[The data Boundary: Start]
// moved puts every tolerance at the end that moves what has the derivatives d up or
// down; nil where none does.
func (x *exhaustive) moved(at *netlist.Circuit, values, d []float64, up bool) []float64 {
	raised := map[netlist.SlotID]bool{}
	for _, group := range x.drawn {
		sum := 0.0
		for _, id := range group {
			low, high := ends(&at.Slots[id], values[id])
			sum += d[id] * (high - low)
		}
		for _, id := range group {
			if d[id] != 0 {
				raised[id] = sum > 0 == up
			}
		}
	}
	if len(raised) == 0 {
		return nil
	}
	// One at a time, as a file reads: each number is that of what it follows, as drawn, and
	// keeps its own end while later ones are drawn.
	out := slices.Clone(values)
	own := map[netlist.SlotID]float64{}
	keep := func(id netlist.SlotID, number float64) float64 {
		if v, ok := own[id]; ok {
			return v
		}
		return number
	}
	draw := func(id netlist.SlotID) {
		high, drawn := raised[id]
		if _, done := own[id]; !drawn || done {
			return
		}
		low, top := ends(&at.Slots[id], out[id])
		if own[id] = low; high {
			own[id] = top
		}
		out[id] = own[id]
		at.PropagateWith(out, keep)
	}
	for _, id := range at.Givens {
		draw(id)
	}
	for _, group := range x.drawn {
		for _, id := range group {
			draw(id)
		}
	}
	return out
}

// ends of a tolerance; no number here is negative.
func ends(s *netlist.Slot, value float64) (low, high float64) {
	if r := s.Bounds.Relative; r != 0 {
		return value * (1 - r), value * (1 + r)
	}
	return s.Bounds.Low, s.Bounds.High
}

// best tries everything and sorts it.
func (x *exhaustive) best(exact []float64) []result {
	var all []result
	count := make([]int, len(x.grids))
	for {
		ohms := make([]float64, len(count))
		away := 0.0
		for i, k := range count {
			ohms[i] = x.grids[i][k]
			d := math.Log(ohms[i] / exact[i])
			away += d * d
		}
		r := x.judge(ohms)
		r.away = away
		all = append(all, r)
		i := len(count) - 1
		for ; i >= 0; i-- {
			if count[i]++; count[i] < len(x.grids[i]) {
				break
			}
			count[i] = 0
		}
		if i < 0 {
			break
		}
	}
	sort.SliceStable(all, func(i, j int) bool {
		a, b := all[i], all[j]
		switch {
		case a.burnt != b.burnt:
			return b.burnt
		case a.unmet == 0 != (b.unmet == 0):
			return a.unmet == 0
		case a.off != b.off:
			return b.off
		case differ(a.miss, b.miss):
			return a.miss < b.miss
		case differ(a.lost, b.lost):
			return a.lost < b.lost
		case differ(a.score, b.score):
			return a.score < b.score
		}
		return a.away < b.away-alike
	})
	return all
}

// alike is a difference of misses or scores that rounding may turn round.
const alike = 1e-8

func differ(a, b float64) bool { return a != b && !(math.Abs(a-b) <= alike) }

// missed is by how much a requirement is missed, from what the file says of it.
func missed(c *netlist.Circuit, v *solve.Verdict) float64 {
	half := func(within float64, relative bool, about float64) float64 {
		if relative {
			return within * math.Abs(about)
		}
		return within
	}
	by := 0.0
	switch v.Kind {
	case "target":
		target := &c.Targets[v.Index]
		by = math.Abs(v.Value-target.Value)/half(target.Within, target.Relative, target.Value) - 1
	case "hold":
		middle := (v.Low + v.High) / 2
		by = math.Abs(v.Value-middle)/half(c.Hold.Within, c.Hold.Relative, middle) - 1
	default:
		bound := v.High
		if c.Keeps[v.Index].Greater {
			bound = v.Low
		}
		by = math.Abs(v.Value-bound) / math.Abs(bound) // no bound here is 0
	}
	return math.Max(by, 0)
}

// gridOf lists the values of a series between two of its values, both included, by the
// tables of IEC 60063.
func gridOf(t *testing.T, series string, low, high float64) []float64 {
	t.Helper()
	s, ok := quantity.Series(series)
	if !ok {
		t.Fatal(series)
	}
	var out []float64
	for decade := -3; decade < 10; decade++ {
		for _, v := range s.Values() {
			v, err := strconv.ParseFloat(fmt.Sprintf("%ge%d", v, decade), 64)
			if err != nil {
				t.Fatal(err)
			}
			if v >= low && v <= high {
				out = append(out, v)
			}
		}
	}
	return out
}

// compare finds values both ways and holds the short list against everything there is.
func compare(t *testing.T, name, text string, o choose.Options) {
	t.Helper()
	c := read(t, name, text)
	a, err := choose.Find(c, o)
	if err != nil {
		t.Fatalf("%v\n%s", err, text)
	}
	if !a.Reached {
		t.Fatalf("out of reach: %+v\n%s", a.Exact.Requirements, text)
	}
	x := newExhaustive(t, c, a)
	var exact []float64
	for _, u := range a.Unknowns {
		grid := gridOf(t, u.Series, u.Low, u.High)
		if len(grid) != u.Count {
			t.Fatalf("%s: %d values searched, %d between %g and %g", u.Name, u.Count, len(grid), u.Low, u.High)
		}
		// A grid that was not narrowed begins and ends a decade away: the next value beyond
		// is further than that.
		if a.Whole {
			s, _ := quantity.Series(u.Series)
			below, _ := s.Neighbours(math.Nextafter(u.Low, 0))
			_, above := s.Neighbours(math.Nextafter(u.High, math.Inf(1)))
			if below >= u.Exact/10 || above <= 10*u.Exact || u.Low < u.Exact/10 || u.High > 10*u.Exact {
				t.Errorf("%s: searched %g .. %g about %g", u.Name, u.Low, u.High, u.Exact)
			}
		}
		x.grids, exact = append(x.grids, grid), append(exact, u.Exact)
	}
	all := x.best(exact)
	if want := min(len(all), max(o.List, 5)); o.List == 0 && len(a.Choices) != want {
		t.Errorf("%d choices, want %d", len(a.Choices), want)
	}
	for i, got := range a.Choices {
		want := all[i]
		if len(got.Ratings) > 0 != want.burnt || got.Unmet != want.unmet && want.unmet != math.MaxInt || differ(got.Miss, math.Max(want.miss, want.lost)) || differ(got.Score, want.score) {
			t.Errorf("%s, place %d: %v with %d unmet, score %.12g, ratings %v; exhaustive has %+v\n%s", name, i+1, got.Ohms, got.Unmet, got.Score, got.Ratings, want, text)
			return
		}
		unique := !slices.ContainsFunc(all, func(r result) bool {
			return !slices.Equal(r.ohms, want.ohms) && r.burnt == want.burnt && !differ(r.miss, want.miss) && !differ(r.lost, want.lost) && !differ(r.score, want.score)
		})
		if unique && !slices.Equal(got.Ohms, want.ohms) {
			t.Errorf("%s, place %d: %v, exhaustive has %v", name, i+1, got.Ohms, want.ohms)
		}
	}
}
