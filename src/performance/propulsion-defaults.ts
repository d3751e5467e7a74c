import type { ReferenceKey } from '../references.ts';
import type { Propulsion } from './aeroplane.ts';

/** A figure the definition left out and the thrust needs. */
export interface PropulsionDefault {
  /** the member of the definition's propulsion that would state it */
  readonly member: string;
  /** in SI as in the definition */
  readonly value: number;
  /** the other end of the plausible range: put it in the member to see what the default is worth */
  readonly otherEnd: number;
  readonly because: string;
  readonly source: ReferenceKey;
}

/** What is taken for the figures that a definition leaves out, in the order of its members. */
export function propulsionDefaults(propulsion: Propulsion): readonly PropulsionDefault[] {
  return propulsion.kind === 'measured' ? [] : [];
}
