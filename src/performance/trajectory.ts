/** Where an aeroplane is at a moment of a takeoff or a landing. */
export interface TrajectoryPoint {
  /** along the runway [m] */
  readonly distance: number;
  /** [s] */
  readonly time: number;
  /** over the ground, and true airspeed [m/s] */
  readonly groundSpeed: number;
  readonly trueAirspeed: number;
  /** of the wheels above the runway [m] */
  readonly height: number;
}

/** A leg of a trajectory: how long it is, and where the aeroplane is after a distance on it, from the leg's own start. */
export interface Leg {
  /** [m] */
  readonly distance: number;
  /** [s] */
  readonly time: number;
  readonly at: (distance: number) => TrajectoryPoint;
}

/**
 * The point a distance along legs that follow one another; the end between two legs is the beginning of the later one.
 *
 * @param distance - [m], 0 or more
 * @returns undefined beyond the last leg
 */
export function pointAlong(legs: readonly Leg[], distance: number): TrajectoryPoint | undefined {
  let before = 0;
  let earlier = 0;
  for (const leg of legs) {
    if (distance < before + leg.distance) {
      const point = leg.at(distance - before);
      return { ...point, distance, time: earlier + point.time };
    }
    before += leg.distance;
    earlier += leg.time;
  }
  return undefined;
}

/**
 * Points at even steps of distance over legs that follow one another, both ends included.
 *
 * @param legs - in their order; one without length only takes its time
 * @param steps - how many, 1 or more
 */
export function evenSteps(legs: readonly Leg[], steps: number): TrajectoryPoint[] {
  if (!(Number.isInteger(steps) && steps >= 1)) throw new RangeError(`steps must be a whole number from 1: ${steps}`);
  const whole = legs.reduce((sum, leg) => sum + leg.distance, 0);
  const points: TrajectoryPoint[] = [];
  let before = 0;
  let earlier = 0;
  let i = 0;
  legs.forEach((leg, index) => {
    const last = index === legs.length - 1;
    for (; i <= steps; i++) {
      const distance = (whole * i) / steps;
      const within = i === steps ? leg.distance : distance - before;
      // the end of all belongs to the last leg, an end between two legs to the later one
      if (!last && (i === steps || within >= leg.distance)) break;
      const point = leg.at(Math.min(leg.distance, Math.max(0, within)));
      points.push({ ...point, distance, time: earlier + point.time });
    }
    before += leg.distance;
    earlier += leg.time;
  });
  return points;
}
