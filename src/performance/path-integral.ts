/** Distance and time gathered over pieces of a path, with the least and greatest of what drives it. */
export interface PathIntegral {
  /** [m] */
  distance: number;
  /** [s] */
  time: number;
  /** least and greatest of the acceleration or gradient met, and where the least was, in the piece's own variable */
  least: number;
  leastAt: number;
  most: number;
}

/** Adds the piece from one end to the other to a sum. */
export type AddPiece = (from: number, to: number, sum: PathIntegral) => void;

/** A sum of nothing. */
export function newPathIntegral(): PathIntegral {
  return { distance: 0, time: 0, least: Number.POSITIVE_INFINITY, leastAt: 0, most: Number.NEGATIVE_INFINITY };
}

/** Change on halving, as a share of the sum, at which a piece is taken. */
const agreement = 1e-10;

/**
 * Adds a piece by halving it until its halves agree with the whole: for integrands that nearly reach infinity.
 *
 * @param add - integrates one piece by a fixed rule
 * @param from - lower end
 * @param to - upper end
 * @param sum - receives the piece
 * @param halvings - how often a piece may be halved
 * @returns false where that does not settle it, or what drives the path is not positive somewhere
 */
export function addSettled(add: AddPiece, from: number, to: number, sum: PathIntegral, halvings = 40): boolean {
  const middle = from + (to - from) / 2;
  const whole = newPathIntegral();
  const halves = newPathIntegral();
  add(from, to, whole);
  add(from, middle, halves);
  add(middle, to, halves);
  if (!(whole.least > 0 && halves.least > 0)) {
    gather(sum, whole.least < halves.least ? whole : halves);
    return false;
  }
  const settled =
    Math.abs(halves.distance - whole.distance) <= agreement * (halves.distance + sum.distance) &&
    Math.abs(halves.time - whole.time) <= agreement * (halves.time + sum.time);
  if (settled || halvings === 0) {
    gather(sum, halves);
    return settled;
  }
  return addSettled(add, from, middle, sum, halvings - 1) && addSettled(add, middle, to, sum, halvings - 1);
}

function gather(sum: PathIntegral, part: PathIntegral): void {
  sum.distance += part.distance;
  sum.time += part.time;
  if (part.least < sum.least) {
    sum.least = part.least;
    sum.leastAt = part.leastAt;
  }
  sum.most = Math.max(sum.most, part.most);
}
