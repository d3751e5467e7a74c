import { overallSlope, type SlopeProfile } from './slope-profile.ts';

/**
 * Height of the ground line above the start point [m].
 *
 * h = slope x, or along a profile the sum of its stretches up to x.
 *
 * @param ground - slope, uphill positive, and the profile where there is one
 * @param distance - x from the start point in the direction of movement [m], at least 0
 * @returns [m], above the start point positive; beyond a profile its last slope holds
 */
export function groundRise(
  { slope, profile }: { readonly slope: number; readonly profile?: SlopeProfile | undefined },
  distance: number,
): number {
  if (profile === undefined) return slope * distance;
  return distance > 0 ? overallSlope(profile, distance) * distance : 0;
}
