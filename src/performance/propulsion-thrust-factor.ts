import type { Propulsion } from './aeroplane.ts';

/** The factor on an aeroplane's thrust, and how it compares with the published mean. */
export interface ThrustFactor {
  readonly value: number;
  readonly from: 'definition' | 'default' | 'lowered';
  /** thrust at 0.707 of the lift-off speed over Torenbeek's mean, before lowering; absent where not compared */
  readonly ratioToMean?: number;
}

/**
 * The thrust factor of a definition: as stated; else the kind's default, lowered where the thrust exceeds Torenbeek's mean by
 * more than 10 %.
 *
 * @param propulsion - figures of one engine
 * @param engines - all of them
 * @param liftOffSpeed - at maximum mass, sea level, standard day [m/s]
 */
export function propulsionThrustFactor(propulsion: Propulsion, engines: number, liftOffSpeed: number): ThrustFactor {
  throw new Error(`not built: ${propulsion.kind} ${engines} ${liftOffSpeed}`);
}
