import type { Propulsion } from './aeroplane.ts';

/**
 * The propulsion at a setting below full power.
 *
 * Static thrust and measured thrust go with the ratio; shaft power goes with the ratio, and a known static thrust that caps it
 * with the ratio to the power 2/3, as an actuator disc's does.
 *
 * @param propulsion - at full power
 * @param fullPowerRatio - above 0, at most 1
 * @see references.GudmundssonGa for static thrust and power
 */
export function propulsionAtSetting(propulsion: Propulsion, fullPowerRatio: number): Propulsion {
  if (fullPowerRatio === 1) return propulsion;
  if (!(fullPowerRatio > 0 && fullPowerRatio <= 1)) {
    throw new RangeError(`fullPowerRatio must be above 0 and at most 1: ${fullPowerRatio}`);
  }
  switch (propulsion.kind) {
    case 'fixed-pitch':
    case 'jet':
      return { ...propulsion, staticThrust: propulsion.staticThrust * fullPowerRatio };
    case 'measured':
      return { ...propulsion, thrusts: propulsion.thrusts.map((thrust) => thrust * fullPowerRatio) };
    case 'constant-speed':
    case 'turboprop':
    case 'electric': {
      const { power, staticThrust } = propulsion;
      const reduced = { ...propulsion, power: power * fullPowerRatio };
      return staticThrust === undefined
        ? reduced
        : { ...reduced, staticThrust: staticThrust * fullPowerRatio ** (2 / 3) };
    }
  }
}
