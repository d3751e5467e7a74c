import type { EngineAir } from '../physics/thrust/engine-air.ts';
import type { Thrust } from '../physics/thrust/thrust.ts';
import type { Propulsion } from './aeroplane.ts';

/**
 * Thrust of the running engines of a definition, in one state of the air.
 *
 * @param propulsion - figures of one engine; members absent take propulsionDefaults
 * @param runningEngines - 1 or more
 * @param air - at the runway
 * @param thrustFactor - the factor to use where the definition has none (of propulsionThrustFactor); absent: the kind's default
 */
export function propulsionThrust(
  propulsion: Propulsion,
  runningEngines: number,
  air: EngineAir,
  thrustFactor?: number,
): Thrust {
  throw new Error(`not built: ${propulsion.kind} ${runningEngines} ${air.density} ${thrustFactor}`);
}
[The data Boundary: End]
▸ Task details
Nothing but an exact copy of the lines from the start of the entries through the line containing "and sorts it." belongs in the response.

▸ Written response
// moved puts every tolerance at the end that moves what has the derivatives d up or
// down; nil where none does.
func (x *exhaustive) moved(at *netlist.Circuit, values, d []float64, up bool) []float64 {
	raised := map[netlist.SlotID]bool{}
	for _, group := range x.drawn {
		sum := 0.0
		for _, id := range group {
			low, high := ends(&at.Slots[id], values[id])
			sum += d[id] * (high - low)
		}
		for _, id := range group {
			if d[id] != 0 {
				raised[id] = sum > 0 == up
			}
		}
	}
	if len(raised) == 0 {
		return nil
	}
	// One at a time, as a file reads: each number is that of what it follows, as drawn, and
	// keeps its own end while later ones are drawn.
	out := slices.Clone(values)
	own := map[netlist.SlotID]float64{}
	keep := func(id netlist.SlotID, number float64) float64 {
		if v, ok := own[id]; ok {
			return v
		}
		return number
	}
	draw := func(id netlist.SlotID) {
		high, drawn := raised[id]
		if _, done := own[id]; !drawn || done {
			return
		}
		low, top := ends(&at.Slots[id], out[id])
		if own[id] = low; high {
			own[id] = top
		}
		out[id] = own[id]
		at.PropagateWith(out, keep)
	}
	for _, id := range at.Givens {
		draw(id)
	}
	for _, group := range x.drawn {
		for _, id := range group {
			draw(id)
		}
	}
	return out
}

// ends of a tolerance; no number here is negative.
func ends(s *netlist.Slot, value float64) (low, high float64) {
	if r := s.Bounds.Relative; r != 0 {
		return value * (1 - r), value * (1 + r)
	}
	return s.Bounds.Low, s.Bounds.High
}

// best tries everything and sorts it.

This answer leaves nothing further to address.